狡猾な魔女。悪徳詐欺師。手癖の悪い泥棒猫。
そう言い聞かせて、深みに引き摺り込まれぬように。




「……ほら、真っ直ぐ歩け」
「あるいてるわよー」


酒場から船への帰り道。一本道は最初に踏み出す方角さえ間違わなければ、迷子に優しい安心設計。
おれと同程度に酒に強い筈の連れは、珍しくほんのり頬をピンクに染めて、心なしか足元も覚束ない。
ー他の男には、絶対見せたくない状態。


薄い月明かりに照らされて、蜂蜜色に輝く髪。

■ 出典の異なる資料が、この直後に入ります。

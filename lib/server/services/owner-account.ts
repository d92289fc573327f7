import "server-only";
import { and, asc, desc, eq, inArray, sql } from "drizzle-orm";
import { db } from "@/db";
import { account, certificates, claims, jobs, ownerAddresses, radioSets, session, user, verification } from "@/db/schema";
import type { TxContext } from "@/db/transaction";
import { formatPostalAddress, isCountryCode, type PostalAddress } from "@/lib/engine/addresses";
import { isTerminal, jobNumber, STATE_LABEL, type JobState } from "@/lib/engine/jobs/states";
import { audit } from "@/lib/server/audit";
import { AppError } from "@/lib/server/errors";
import { verifyPassword } from "@/lib/server/password";
import type { AddressValues, ProfileValues } from "@/lib/validation/owner-account";

// The set owner's own account: profile, address book, the return address of a job, closing the account.

export type OwnerAddress = PostalAddress & { id: string; isDefault: boolean; lines: string[] };

export const CLOSED_ACCOUNT_NAME = "Closed account";

function toAddress(r: typeof ownerAddresses.$inferSelect): OwnerAddress {
  const a: PostalAddress = {
    recipient: r.recipient,
    line1: r.line1,
    line2: r.line2,
    city: r.city,
    region: r.region,
    postalCode: r.postalCode,
    country: isCountryCode(r.country) ? r.country : "US",
  };
  return { ...a, id: r.id, isDefault: r.isDefault, lines: formatPostalAddress(a) };
}

export async function listAddresses({ ownerId }: { ownerId: string }): Promise<OwnerAddress[]> {
  const rows = await db
    .select()
    .from(ownerAddresses)
    .where(eq(ownerAddresses.ownerId, ownerId))
    .orderBy(desc(ownerAddresses.isDefault), asc(ownerAddresses.createdAt));
  return rows.map(toAddress);
}

/** Jobs not at an end state: closing the account waits for them. */
async function openJobs(tx: TxContext["tx"] | typeof db, ownerId: string) {
  const rows = await tx
    .select({ id: jobs.id, number: jobs.number, state: jobs.state, maker: radioSets.maker, model: radioSets.model })
    .from(jobs)
    .innerJoin(radioSets, eq(radioSets.id, jobs.setId))
    .where(eq(jobs.customerId, ownerId))
    .orderBy(asc(jobs.number));
  return rows
    .filter((r) => !isTerminal(r.state as JobState))
    .map((r) => ({
      id: r.id,
      number: jobNumber(r.number),
      setName: `${r.maker} ${r.model}`,
      stateLabel: STATE_LABEL[r.state as JobState].owner,
    }));
}

async function openClaims(tx: TxContext["tx"] | typeof db, ownerId: string) {
  return tx
    .select({ id: claims.id })
    .from(claims)
    .innerJoin(certificates, eq(certificates.id, claims.certificateId))
    .where(and(eq(certificates.customerId, ownerId), inArray(claims.status, ["open", "inspecting"])));
}

export async function getOwnerAccount({ ownerId }: { ownerId: string }) {
  const [u] = await db
    .select({ name: user.name, email: user.email, phone: user.phone, contactPreference: user.contactPreference })
    .from(user)
    .where(eq(user.id, ownerId));
  if (!u) throw new AppError("not_found", "That account was not found.");
  const [addresses, open, claimsOpen] = await Promise.all([listAddresses({ ownerId }), openJobs(db, ownerId), openClaims(db, ownerId)]);
  return {
    profile: {
      name: u.name,
      email: u.email,
      phone: u.phone ?? "",
      contactPreference: u.contactPreference === "phone" ? "phone" : "email",
    } as const,
    addresses,
    openJobs: open,
    openClaims: claimsOpen.length,
  };
}
export type OwnerAccountView = Awaited<ReturnType<typeof getOwnerAccount>>;

export async function updateProfile(ctx: TxContext, { ownerId, input }: { ownerId: string; input: ProfileValues }) {
  const [before] = await ctx.tx
    .select({ name: user.name, phone: user.phone, contactPreference: user.contactPreference })
    .from(user)
    .where(eq(user.id, ownerId));
  await ctx.tx
    .update(user)
    .set({ name: input.name, phone: input.phone || null, contactPreference: input.contactPreference, updatedAt: new Date() })
    .where(eq(user.id, ownerId));
  await audit(ctx, {
    actorId: ownerId,
    action: "account.profile_update",
    entity: "user",
    entityId: ownerId,
    before: before ?? null,
    after: { name: input.name, phone: input.phone || null, contactPreference: input.contactPreference },
  });
}

async function ownAddress(ctx: TxContext, ownerId: string, addressId: string) {
  const [row] = await ctx.tx
    .select()
    .from(ownerAddresses)
    .where(and(eq(ownerAddresses.id, addressId), eq(ownerAddresses.ownerId, ownerId)))
    .for("update");
  // Someone else's address is not found, as if it did not exist.
  if (!row) throw new AppError("not_found", "That address was not found.");
  return row;
}

function columns(v: AddressValues) {
  return {
    recipient: v.recipient,
    line1: v.line1,
    line2: v.line2 ?? null,
    city: v.city,
    region: v.region ?? null,
    postalCode: v.postalCode ?? null,
    country: v.country,
  };
}

async function clearDefault(ctx: TxContext, ownerId: string) {
  await ctx.tx
    .update(ownerAddresses)
    .set({ isDefault: false })
    .where(and(eq(ownerAddresses.ownerId, ownerId), eq(ownerAddresses.isDefault, true)));
}

export async function addAddress(ctx: TxContext, { ownerId, input }: { ownerId: string; input: AddressValues }) {
  // Serialise an owner's address-book changes so two at once cannot leave two defaults.
  await ctx.tx.select({ id: user.id }).from(user).where(eq(user.id, ownerId)).for("update");
  const [{ count }] = (await ctx.tx
    .select({ count: sql<number>`count(*)::int` })
    .from(ownerAddresses)
    .where(eq(ownerAddresses.ownerId, ownerId))) as [{ count: number }];
  if (count >= 20) throw new AppError("conflict", "Addresses: twenty at most; remove one you no longer use first.");
  // The first address is the default, whatever the form said.
  const isDefault = input.isDefault || count === 0;
  if (isDefault) await clearDefault(ctx, ownerId);
  const [row] = await ctx.tx
    .insert(ownerAddresses)
    .values({ ownerId, ...columns(input), isDefault })
    .returning();
  await audit(ctx, {
    actorId: ownerId,
    action: "account.address_add",
    entity: "owner_address",
    entityId: row!.id,
    after: { country: input.country, isDefault },
  });
  return toAddress(row!);
}

export async function updateAddress(
  ctx: TxContext,
  { ownerId, addressId, input }: { ownerId: string; addressId: string; input: AddressValues },
) {
  await ctx.tx.select({ id: user.id }).from(user).where(eq(user.id, ownerId)).for("update");
  const before = await ownAddress(ctx, ownerId, addressId);
  // Unticking the default is not a way to have none: another address must be made the default instead.
  const isDefault = input.isDefault || before.isDefault;
  if (isDefault && !before.isDefault) await clearDefault(ctx, ownerId);
  const [row] = await ctx.tx
    .update(ownerAddresses)
    .set({ ...columns(input), isDefault, updatedAt: new Date() })
    .where(eq(ownerAddresses.id, addressId))
    .returning();
  await audit(ctx, {
    actorId: ownerId,
    action: "account.address_update",
    entity: "owner_address",
    entityId: addressId,
    after: { country: input.country, isDefault },
  });
  return toAddress(row!);
}

export async function removeAddress(ctx: TxContext, { ownerId, addressId }: { ownerId: string; addressId: string }) {
  await ctx.tx.select({ id: user.id }).from(user).where(eq(user.id, ownerId)).for("update");
  const before = await ownAddress(ctx, ownerId, addressId);
  await ctx.tx.delete(ownerAddresses).where(eq(ownerAddresses.id, addressId));
  // The default moves to the oldest address left, so an owner with addresses always has one.
  if (before.isDefault) {
    const [next] = await ctx.tx
      .select({ id: ownerAddresses.id })
      .from(ownerAddresses)
      .where(eq(ownerAddresses.ownerId, ownerId))
      .orderBy(asc(ownerAddresses.createdAt))
      .limit(1);
    if (next) await ctx.tx.update(ownerAddresses).set({ isDefault: true }).where(eq(ownerAddresses.id, next.id));
  }
  await audit(ctx, { actorId: ownerId, action: "account.address_remove", entity: "owner_address", entityId: addressId });
}

/** States in which the owner may still say where the set goes back: until it has left the shop. */
export function canChooseReturnAddress(state: JobState): boolean {
  return !isTerminal(state);
}

/**
 * The owner chooses where the set is shipped back. The job keeps a copy of the address as it is now, so later
 * edits to the address book do not move it.
 */
export async function chooseReturnAddress(
  ctx: TxContext,
  { ownerId, jobId, addressId }: { ownerId: string; jobId: string; addressId: string },
) {
  const [job] = await ctx.tx
    .select({ id: jobs.id, state: jobs.state, returnAddress: jobs.returnAddress })
    .from(jobs)
    .where(and(eq(jobs.id, jobId), eq(jobs.customerId, ownerId)))
    .for("update");
  if (!job) throw new AppError("not_found", "That job was not found.");
  if (!canChooseReturnAddress(job.state)) {
    throw new AppError("conflict", "Return address: this job is closed; the set has already gone back or will not be returned by post.");
  }
  const row = await ownAddress(ctx, ownerId, addressId);
  const { id: _id, isDefault: _d, lines, ...snapshot } = toAddress(row);
  const now = new Date();
  await ctx.tx.update(jobs).set({ returnAddress: snapshot, returnAddressChosenAt: now, updatedAt: now }).where(eq(jobs.id, jobId));
  await audit(ctx, {
    actorId: ownerId,
    action: "job.return_address",
    entity: "job",
    entityId: jobId,
    before: job.returnAddress ? { lines: formatPostalAddress(job.returnAddress) } : null,
    after: { lines },
  });
  return { lines };
}

/**
 * Where a job's set is shipped back, as label lines: the address the owner chose for it, else (not yet chosen)
 * the owner's default address, marked as such. Null when there is neither. For receipts, labels and the bench.
 */
export async function jobShipToLines({ jobId }: { jobId: string }): Promise<{ lines: string[]; chosen: boolean } | null> {
  const [job] = await db.select({ customerId: jobs.customerId, returnAddress: jobs.returnAddress }).from(jobs).where(eq(jobs.id, jobId));
  if (!job) return null;
  if (job.returnAddress) return { lines: formatPostalAddress(job.returnAddress), chosen: true };
  const [fallback] = await db
    .select()
    .from(ownerAddresses)
    .where(and(eq(ownerAddresses.ownerId, job.customerId), eq(ownerAddresses.isDefault, true)));
  return fallback ? { lines: toAddress(fallback).lines, chosen: false } : null;
}

/** Copies the owner's default address onto a job that is shipped back without a chosen one. */
export async function snapshotDefaultReturnAddress(ctx: TxContext, { jobId }: { jobId: string }): Promise<void> {
  const [job] = await ctx.tx
    .select({ customerId: jobs.customerId, returnAddress: jobs.returnAddress })
    .from(jobs)
    .where(eq(jobs.id, jobId));
  if (!job || job.returnAddress) return;
  const [row] = await ctx.tx
    .select()
    .from(ownerAddresses)
    .where(and(eq(ownerAddresses.ownerId, job.customerId), eq(ownerAddresses.isDefault, true)));
  if (!row) return;
  const { id: _id, isDefault: _d, lines: _l, ...snapshot } = toAddress(row);
  await ctx.tx.update(jobs).set({ returnAddress: snapshot, returnAddressChosenAt: new Date() }).where(eq(jobs.id, jobId));
}

/**
 * Closes the owner's account. Refused while a job is not at an end state or a warranty claim is open. The
 * records the shop must keep (jobs, estimates, payments and refunds, certificates, claims, the messages and
 * photos of each job, the address a finished job was shipped to) stay, tied to the anonymised account; the
 * address book, phone, name, e-mail, password and sessions go.
 */
export async function closeAccount(ctx: TxContext, { ownerId, password }: { ownerId: string; password: string }) {
  const [u] = await ctx.tx.select().from(user).where(eq(user.id, ownerId)).for("update");
  if (!u || u.closedAt) throw new AppError("not_found", "That account was not found.");
  const [credential] = await ctx.tx
    .select({ password: account.password })
    .from(account)
    .where(and(eq(account.userId, ownerId), eq(account.providerId, "credential")));
  if (!credential?.password || !(await verifyPassword({ hash: credential.password, password }))) {
    throw new AppError("invalid_input", "Password: that is not your current password.", {
      password: "Password: that is not your current password.",
    });
  }
  const open = await openJobs(ctx.tx, ownerId);
  if (open.length > 0) {
    const named = open.map((j) => `${j.number} (${j.setName}, ${j.stateLabel.toLowerCase()})`).join("; ");
    throw new AppError("conflict", `Your account cannot be closed while a job is still open: ${named}. Close or finish these first.`);
  }
  if ((await openClaims(ctx.tx, ownerId)).length > 0) {
    throw new AppError("conflict", "Your account cannot be closed while a warranty claim is open. The shop will answer it first.");
  }
  const removed = await ctx.tx.delete(ownerAddresses).where(eq(ownerAddresses.ownerId, ownerId)).returning({ id: ownerAddresses.id });
  await ctx.tx.delete(session).where(eq(session.userId, ownerId));
  await ctx.tx.delete(account).where(eq(account.userId, ownerId));
  await ctx.tx.delete(verification).where(eq(verification.identifier, u.email));
  const now = new Date();
  await ctx.tx
    .update(user)
    .set({
      name: CLOSED_ACCOUNT_NAME,
      // Unique, never deliverable (.invalid is reserved, RFC 2606), and never an address anyone can sign up with.
      email: `closed-${ownerId}@closed.invalid`,
      emailVerified: false,
      phone: null,
      image: null,
      contactPreference: "email",
      banned: true,
      banReason: "Account closed by its owner",
      closedAt: now,
      updatedAt: now,
    })
    .where(eq(user.id, ownerId));
  await audit(ctx, {
    actorId: ownerId,
    action: "account.close",
    entity: "user",
    entityId: ownerId,
    after: { addressesRemoved: removed.length, closedAt: now.toISOString() },
  });
}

何度言っても直らねェ過剰な露出(「ゾロにはファッションが分からないのよ」)。少し赤く潤んだ瞳は、通りすがる男たちの興味を引くには充分過ぎる程の破壊力で。
ぎろ、と睨めば慌てて小走りに逃げ出す輩ばかりだから、心配は無いのだが。


「きゃっ」


あああ、ちょっと目を離した隙に、煉瓦道の溝に足を引っ掛けやがった。大体、そんなアホみたいに細くて高いヒール、人間の履くもんじゃねェ。慌てて腕を引っ張って、なんとか転ばせずに済む。


「ゾロぉ……おんぶー」
「………は?」


その破壊力を、おれに向けるな、服を掴むな、甘えた声出すな背中に胸を押し付けるな!動揺を隠し切れないおれが可笑しいのか、唇は空に浮かぶ三日月と同じかたち。くそ。


「きゃあ!?」


先程より大きな悲鳴が上がったのは、おれが急にナミを抱き上げたから。いわゆる『お姫様だっこ』。おんぶよりはまだ、自分の中の獣が荒ぶらずに済むかと思ったのだが。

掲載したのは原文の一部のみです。